■ TASK ITEM
Determine how many lines in the entries below hold "compute". Respond with that number only.

■ SUPPLIED RECORDS
***
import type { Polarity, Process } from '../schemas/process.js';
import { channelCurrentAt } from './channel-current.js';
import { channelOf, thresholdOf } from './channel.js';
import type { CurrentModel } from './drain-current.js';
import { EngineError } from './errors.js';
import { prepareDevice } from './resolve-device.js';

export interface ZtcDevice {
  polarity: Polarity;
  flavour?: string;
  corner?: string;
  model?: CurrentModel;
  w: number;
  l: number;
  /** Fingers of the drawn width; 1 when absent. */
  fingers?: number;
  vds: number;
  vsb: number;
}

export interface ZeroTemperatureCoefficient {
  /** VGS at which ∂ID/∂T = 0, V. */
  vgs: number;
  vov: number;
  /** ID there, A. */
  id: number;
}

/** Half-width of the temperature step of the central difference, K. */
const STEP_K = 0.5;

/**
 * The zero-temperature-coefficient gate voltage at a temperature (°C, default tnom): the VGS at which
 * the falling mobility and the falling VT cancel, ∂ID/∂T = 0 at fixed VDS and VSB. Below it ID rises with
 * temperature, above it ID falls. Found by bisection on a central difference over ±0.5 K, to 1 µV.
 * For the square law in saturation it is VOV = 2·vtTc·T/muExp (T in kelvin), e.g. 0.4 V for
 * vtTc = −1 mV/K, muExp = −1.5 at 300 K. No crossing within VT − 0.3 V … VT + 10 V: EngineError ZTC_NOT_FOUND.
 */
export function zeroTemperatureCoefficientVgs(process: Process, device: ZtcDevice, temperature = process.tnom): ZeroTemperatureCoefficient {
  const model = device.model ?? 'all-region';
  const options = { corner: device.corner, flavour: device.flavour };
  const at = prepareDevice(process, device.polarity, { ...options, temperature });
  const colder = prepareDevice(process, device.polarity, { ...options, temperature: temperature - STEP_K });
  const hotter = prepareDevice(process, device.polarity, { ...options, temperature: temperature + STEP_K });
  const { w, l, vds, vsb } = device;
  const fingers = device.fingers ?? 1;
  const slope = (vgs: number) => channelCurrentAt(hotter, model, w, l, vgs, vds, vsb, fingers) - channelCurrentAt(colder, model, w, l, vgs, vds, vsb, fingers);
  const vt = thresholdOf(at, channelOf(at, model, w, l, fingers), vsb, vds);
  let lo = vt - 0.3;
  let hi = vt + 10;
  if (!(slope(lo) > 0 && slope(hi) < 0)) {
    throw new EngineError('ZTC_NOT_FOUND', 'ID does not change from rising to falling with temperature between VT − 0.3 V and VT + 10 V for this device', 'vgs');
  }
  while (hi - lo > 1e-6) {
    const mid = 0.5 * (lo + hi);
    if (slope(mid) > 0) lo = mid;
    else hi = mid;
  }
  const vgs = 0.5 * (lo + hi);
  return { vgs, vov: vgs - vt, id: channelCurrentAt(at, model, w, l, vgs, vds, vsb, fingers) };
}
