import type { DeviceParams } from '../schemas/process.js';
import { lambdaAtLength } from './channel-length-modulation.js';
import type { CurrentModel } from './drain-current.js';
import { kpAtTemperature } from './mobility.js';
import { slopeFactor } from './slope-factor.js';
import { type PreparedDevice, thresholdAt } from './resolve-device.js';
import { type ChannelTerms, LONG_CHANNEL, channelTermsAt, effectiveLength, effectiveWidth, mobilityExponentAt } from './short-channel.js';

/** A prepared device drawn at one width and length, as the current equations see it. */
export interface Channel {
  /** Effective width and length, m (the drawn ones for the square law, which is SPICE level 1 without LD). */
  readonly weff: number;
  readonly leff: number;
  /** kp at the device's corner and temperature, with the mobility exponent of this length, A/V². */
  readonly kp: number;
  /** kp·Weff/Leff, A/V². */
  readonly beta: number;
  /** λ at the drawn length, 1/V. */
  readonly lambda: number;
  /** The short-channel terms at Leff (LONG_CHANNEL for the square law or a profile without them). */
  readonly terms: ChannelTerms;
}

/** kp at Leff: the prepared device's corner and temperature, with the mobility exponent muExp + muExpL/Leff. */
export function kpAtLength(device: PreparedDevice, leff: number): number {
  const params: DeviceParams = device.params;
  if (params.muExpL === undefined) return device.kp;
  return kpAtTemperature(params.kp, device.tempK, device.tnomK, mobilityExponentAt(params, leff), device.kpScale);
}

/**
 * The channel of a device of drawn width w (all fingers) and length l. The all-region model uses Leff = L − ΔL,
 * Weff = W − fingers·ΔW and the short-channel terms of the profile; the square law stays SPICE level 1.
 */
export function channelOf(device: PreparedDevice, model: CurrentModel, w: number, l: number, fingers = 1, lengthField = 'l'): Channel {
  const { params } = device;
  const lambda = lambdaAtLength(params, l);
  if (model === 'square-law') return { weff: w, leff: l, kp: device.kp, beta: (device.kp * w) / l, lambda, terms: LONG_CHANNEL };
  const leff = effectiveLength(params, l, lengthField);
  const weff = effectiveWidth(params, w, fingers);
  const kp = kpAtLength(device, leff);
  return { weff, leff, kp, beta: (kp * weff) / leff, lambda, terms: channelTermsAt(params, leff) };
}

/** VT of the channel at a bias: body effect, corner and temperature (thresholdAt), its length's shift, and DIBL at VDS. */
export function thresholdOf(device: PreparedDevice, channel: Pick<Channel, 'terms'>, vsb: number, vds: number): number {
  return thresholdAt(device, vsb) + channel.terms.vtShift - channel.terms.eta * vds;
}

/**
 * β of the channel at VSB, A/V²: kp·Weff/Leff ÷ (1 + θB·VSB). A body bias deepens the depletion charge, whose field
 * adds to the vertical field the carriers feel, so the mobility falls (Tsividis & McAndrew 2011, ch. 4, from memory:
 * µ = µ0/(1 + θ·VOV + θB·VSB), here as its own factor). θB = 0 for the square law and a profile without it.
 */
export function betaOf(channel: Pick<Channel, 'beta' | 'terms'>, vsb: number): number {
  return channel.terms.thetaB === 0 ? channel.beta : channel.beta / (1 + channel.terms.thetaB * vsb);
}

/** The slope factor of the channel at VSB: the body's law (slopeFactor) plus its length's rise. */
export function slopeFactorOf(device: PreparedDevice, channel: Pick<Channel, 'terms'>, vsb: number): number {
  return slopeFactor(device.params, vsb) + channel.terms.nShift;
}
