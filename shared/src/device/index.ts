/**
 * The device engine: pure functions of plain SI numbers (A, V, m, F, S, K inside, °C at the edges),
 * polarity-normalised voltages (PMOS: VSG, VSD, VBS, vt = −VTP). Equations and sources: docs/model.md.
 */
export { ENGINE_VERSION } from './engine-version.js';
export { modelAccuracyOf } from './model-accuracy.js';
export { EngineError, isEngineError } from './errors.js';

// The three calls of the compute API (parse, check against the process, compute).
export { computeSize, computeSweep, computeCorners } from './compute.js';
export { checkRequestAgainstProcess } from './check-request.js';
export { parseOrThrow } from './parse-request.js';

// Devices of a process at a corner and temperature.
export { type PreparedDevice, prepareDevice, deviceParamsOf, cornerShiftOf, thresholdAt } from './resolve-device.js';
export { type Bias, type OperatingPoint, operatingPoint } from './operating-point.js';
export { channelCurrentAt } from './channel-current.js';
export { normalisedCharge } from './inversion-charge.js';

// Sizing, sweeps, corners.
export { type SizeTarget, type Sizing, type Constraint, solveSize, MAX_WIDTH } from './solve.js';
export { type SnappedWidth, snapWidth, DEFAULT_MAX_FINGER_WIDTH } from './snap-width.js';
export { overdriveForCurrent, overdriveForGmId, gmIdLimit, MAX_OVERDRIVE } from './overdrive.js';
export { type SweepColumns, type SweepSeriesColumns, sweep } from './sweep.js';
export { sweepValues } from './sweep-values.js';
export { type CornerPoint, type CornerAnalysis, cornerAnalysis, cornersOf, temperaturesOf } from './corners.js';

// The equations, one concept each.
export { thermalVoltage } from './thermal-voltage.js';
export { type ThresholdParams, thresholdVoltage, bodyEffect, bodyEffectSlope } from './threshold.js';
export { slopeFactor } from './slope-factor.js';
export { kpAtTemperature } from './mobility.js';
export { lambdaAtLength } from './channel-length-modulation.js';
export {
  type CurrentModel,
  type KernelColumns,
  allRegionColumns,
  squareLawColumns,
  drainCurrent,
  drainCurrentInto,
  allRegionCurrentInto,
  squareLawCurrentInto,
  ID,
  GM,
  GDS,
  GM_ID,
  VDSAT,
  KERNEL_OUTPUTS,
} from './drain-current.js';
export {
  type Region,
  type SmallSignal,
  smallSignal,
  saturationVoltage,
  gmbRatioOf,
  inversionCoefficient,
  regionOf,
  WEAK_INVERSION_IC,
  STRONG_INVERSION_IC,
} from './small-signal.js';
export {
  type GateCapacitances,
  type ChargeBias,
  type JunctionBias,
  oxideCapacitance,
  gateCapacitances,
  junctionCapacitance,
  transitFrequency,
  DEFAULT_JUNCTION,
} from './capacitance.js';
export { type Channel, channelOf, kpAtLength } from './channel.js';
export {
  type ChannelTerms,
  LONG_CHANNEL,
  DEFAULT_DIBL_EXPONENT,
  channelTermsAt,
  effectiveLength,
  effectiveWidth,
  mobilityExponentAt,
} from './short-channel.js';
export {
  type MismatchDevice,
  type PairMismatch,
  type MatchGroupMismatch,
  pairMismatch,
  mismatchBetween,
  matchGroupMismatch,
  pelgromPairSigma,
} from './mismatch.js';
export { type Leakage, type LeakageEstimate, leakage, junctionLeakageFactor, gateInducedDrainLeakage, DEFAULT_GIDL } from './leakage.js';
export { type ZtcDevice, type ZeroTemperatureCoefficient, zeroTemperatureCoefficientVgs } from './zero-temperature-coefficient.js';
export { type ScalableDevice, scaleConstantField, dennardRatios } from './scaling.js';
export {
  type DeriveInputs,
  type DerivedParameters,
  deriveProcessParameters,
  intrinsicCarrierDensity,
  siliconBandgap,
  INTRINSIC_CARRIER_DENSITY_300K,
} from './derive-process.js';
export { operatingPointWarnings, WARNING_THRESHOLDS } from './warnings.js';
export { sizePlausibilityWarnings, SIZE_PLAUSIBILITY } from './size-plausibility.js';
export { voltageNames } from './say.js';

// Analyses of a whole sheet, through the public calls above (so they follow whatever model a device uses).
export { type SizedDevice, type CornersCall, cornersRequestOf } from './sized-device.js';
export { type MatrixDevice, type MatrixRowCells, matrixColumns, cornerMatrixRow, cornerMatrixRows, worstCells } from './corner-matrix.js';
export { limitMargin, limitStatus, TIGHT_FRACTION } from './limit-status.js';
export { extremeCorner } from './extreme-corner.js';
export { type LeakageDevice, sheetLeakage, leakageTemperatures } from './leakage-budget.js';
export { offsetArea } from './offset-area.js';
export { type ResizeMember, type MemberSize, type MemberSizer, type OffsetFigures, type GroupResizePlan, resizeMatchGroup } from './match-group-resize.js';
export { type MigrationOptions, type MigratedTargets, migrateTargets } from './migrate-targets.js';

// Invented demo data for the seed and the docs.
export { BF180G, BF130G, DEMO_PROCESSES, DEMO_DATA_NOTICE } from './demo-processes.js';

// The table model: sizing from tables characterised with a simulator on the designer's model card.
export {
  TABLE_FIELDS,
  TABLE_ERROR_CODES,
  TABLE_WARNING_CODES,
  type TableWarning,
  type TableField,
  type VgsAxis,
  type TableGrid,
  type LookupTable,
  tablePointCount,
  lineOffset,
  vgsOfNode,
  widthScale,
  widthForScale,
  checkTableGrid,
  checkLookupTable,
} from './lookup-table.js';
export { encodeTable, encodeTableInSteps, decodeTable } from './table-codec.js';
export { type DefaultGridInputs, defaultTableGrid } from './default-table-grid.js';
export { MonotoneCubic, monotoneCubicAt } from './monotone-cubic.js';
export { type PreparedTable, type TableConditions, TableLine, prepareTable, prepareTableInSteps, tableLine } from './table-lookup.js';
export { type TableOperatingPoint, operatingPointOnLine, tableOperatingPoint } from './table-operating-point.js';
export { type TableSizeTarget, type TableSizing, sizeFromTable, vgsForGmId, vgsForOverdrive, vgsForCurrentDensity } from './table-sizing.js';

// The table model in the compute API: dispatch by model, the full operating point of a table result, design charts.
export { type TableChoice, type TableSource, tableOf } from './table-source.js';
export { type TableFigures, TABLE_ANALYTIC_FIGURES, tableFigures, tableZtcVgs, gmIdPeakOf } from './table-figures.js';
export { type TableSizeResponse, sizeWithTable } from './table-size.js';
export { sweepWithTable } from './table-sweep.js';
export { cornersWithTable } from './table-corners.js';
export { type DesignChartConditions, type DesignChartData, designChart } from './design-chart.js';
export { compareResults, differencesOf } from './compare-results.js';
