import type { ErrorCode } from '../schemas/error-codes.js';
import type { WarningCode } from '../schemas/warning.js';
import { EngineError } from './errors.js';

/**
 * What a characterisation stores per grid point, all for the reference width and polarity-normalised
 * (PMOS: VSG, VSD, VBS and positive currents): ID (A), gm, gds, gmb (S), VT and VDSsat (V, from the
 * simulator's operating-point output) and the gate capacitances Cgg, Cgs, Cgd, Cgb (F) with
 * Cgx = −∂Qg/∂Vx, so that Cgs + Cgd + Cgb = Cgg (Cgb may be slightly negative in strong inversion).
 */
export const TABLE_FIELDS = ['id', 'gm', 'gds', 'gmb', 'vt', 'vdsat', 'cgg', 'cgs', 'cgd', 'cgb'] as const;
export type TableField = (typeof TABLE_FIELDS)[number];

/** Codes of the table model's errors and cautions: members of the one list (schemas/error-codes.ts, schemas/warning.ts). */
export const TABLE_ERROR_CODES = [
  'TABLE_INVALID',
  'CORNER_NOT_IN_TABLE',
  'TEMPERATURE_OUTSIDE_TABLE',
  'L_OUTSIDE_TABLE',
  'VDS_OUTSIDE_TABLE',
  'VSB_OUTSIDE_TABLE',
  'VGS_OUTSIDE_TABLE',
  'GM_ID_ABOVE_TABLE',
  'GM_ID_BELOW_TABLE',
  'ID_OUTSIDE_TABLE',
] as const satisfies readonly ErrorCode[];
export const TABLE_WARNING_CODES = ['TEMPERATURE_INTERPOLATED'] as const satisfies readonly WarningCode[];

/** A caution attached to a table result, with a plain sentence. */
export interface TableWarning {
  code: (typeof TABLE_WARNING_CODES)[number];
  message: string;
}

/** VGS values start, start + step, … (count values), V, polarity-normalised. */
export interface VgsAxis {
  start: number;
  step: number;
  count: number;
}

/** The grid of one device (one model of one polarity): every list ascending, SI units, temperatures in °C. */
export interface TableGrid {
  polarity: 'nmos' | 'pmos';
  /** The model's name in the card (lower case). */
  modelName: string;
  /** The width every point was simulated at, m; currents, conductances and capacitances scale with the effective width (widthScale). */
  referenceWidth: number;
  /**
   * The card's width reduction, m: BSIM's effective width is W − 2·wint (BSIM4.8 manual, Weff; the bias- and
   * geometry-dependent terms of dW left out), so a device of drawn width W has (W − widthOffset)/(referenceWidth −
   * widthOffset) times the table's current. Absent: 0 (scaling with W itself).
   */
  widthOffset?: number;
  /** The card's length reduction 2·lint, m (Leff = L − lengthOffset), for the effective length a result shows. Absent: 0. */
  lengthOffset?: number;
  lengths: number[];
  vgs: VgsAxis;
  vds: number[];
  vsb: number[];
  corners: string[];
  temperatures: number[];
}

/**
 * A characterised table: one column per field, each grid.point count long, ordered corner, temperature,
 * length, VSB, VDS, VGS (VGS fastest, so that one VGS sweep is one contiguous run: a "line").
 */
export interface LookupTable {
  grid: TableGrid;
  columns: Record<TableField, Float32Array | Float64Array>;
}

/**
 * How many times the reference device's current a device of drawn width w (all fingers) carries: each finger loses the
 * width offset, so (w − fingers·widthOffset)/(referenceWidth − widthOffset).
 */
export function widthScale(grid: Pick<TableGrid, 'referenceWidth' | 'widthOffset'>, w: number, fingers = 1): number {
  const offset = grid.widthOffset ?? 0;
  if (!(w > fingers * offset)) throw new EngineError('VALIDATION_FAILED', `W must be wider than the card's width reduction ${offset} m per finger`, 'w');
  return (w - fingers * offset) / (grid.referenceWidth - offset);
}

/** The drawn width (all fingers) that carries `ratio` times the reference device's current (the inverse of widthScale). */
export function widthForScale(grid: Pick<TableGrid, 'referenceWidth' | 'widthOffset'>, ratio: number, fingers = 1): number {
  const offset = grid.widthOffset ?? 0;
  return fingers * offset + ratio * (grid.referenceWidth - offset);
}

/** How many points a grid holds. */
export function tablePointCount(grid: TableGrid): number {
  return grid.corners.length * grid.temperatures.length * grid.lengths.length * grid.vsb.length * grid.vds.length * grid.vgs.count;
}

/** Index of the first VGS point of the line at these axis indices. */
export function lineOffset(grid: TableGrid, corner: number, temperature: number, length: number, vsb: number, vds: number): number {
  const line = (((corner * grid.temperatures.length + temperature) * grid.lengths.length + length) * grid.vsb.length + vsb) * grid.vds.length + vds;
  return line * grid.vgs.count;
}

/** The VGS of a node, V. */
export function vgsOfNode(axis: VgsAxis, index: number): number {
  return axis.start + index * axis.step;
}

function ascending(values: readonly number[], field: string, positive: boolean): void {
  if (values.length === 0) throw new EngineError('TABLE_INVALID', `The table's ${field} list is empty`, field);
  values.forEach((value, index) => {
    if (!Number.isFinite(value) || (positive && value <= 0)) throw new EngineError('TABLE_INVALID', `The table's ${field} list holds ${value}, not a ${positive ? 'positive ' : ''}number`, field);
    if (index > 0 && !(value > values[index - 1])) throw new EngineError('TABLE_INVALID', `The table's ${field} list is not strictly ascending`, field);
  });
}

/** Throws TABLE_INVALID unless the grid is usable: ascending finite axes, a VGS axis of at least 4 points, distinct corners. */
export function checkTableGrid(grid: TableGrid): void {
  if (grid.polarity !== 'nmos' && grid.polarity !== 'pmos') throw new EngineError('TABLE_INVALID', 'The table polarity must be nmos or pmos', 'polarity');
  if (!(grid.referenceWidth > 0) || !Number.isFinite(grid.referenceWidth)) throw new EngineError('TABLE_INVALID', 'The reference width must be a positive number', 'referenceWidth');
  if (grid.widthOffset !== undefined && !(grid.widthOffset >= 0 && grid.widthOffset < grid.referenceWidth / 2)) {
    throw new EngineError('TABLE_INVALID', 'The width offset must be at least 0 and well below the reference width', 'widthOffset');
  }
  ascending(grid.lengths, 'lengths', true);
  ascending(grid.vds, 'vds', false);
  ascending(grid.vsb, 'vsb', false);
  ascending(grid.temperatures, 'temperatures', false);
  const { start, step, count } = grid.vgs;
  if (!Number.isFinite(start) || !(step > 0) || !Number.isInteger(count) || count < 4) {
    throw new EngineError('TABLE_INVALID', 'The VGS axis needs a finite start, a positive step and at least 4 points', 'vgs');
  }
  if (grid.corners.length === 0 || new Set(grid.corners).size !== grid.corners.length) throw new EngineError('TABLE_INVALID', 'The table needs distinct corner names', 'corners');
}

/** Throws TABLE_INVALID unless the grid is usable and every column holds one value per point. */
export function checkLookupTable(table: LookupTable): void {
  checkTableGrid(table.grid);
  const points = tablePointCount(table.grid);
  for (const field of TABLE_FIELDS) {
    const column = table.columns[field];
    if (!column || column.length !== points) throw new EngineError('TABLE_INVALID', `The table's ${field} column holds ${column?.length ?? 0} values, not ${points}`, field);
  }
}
***
■ SOLUTION
3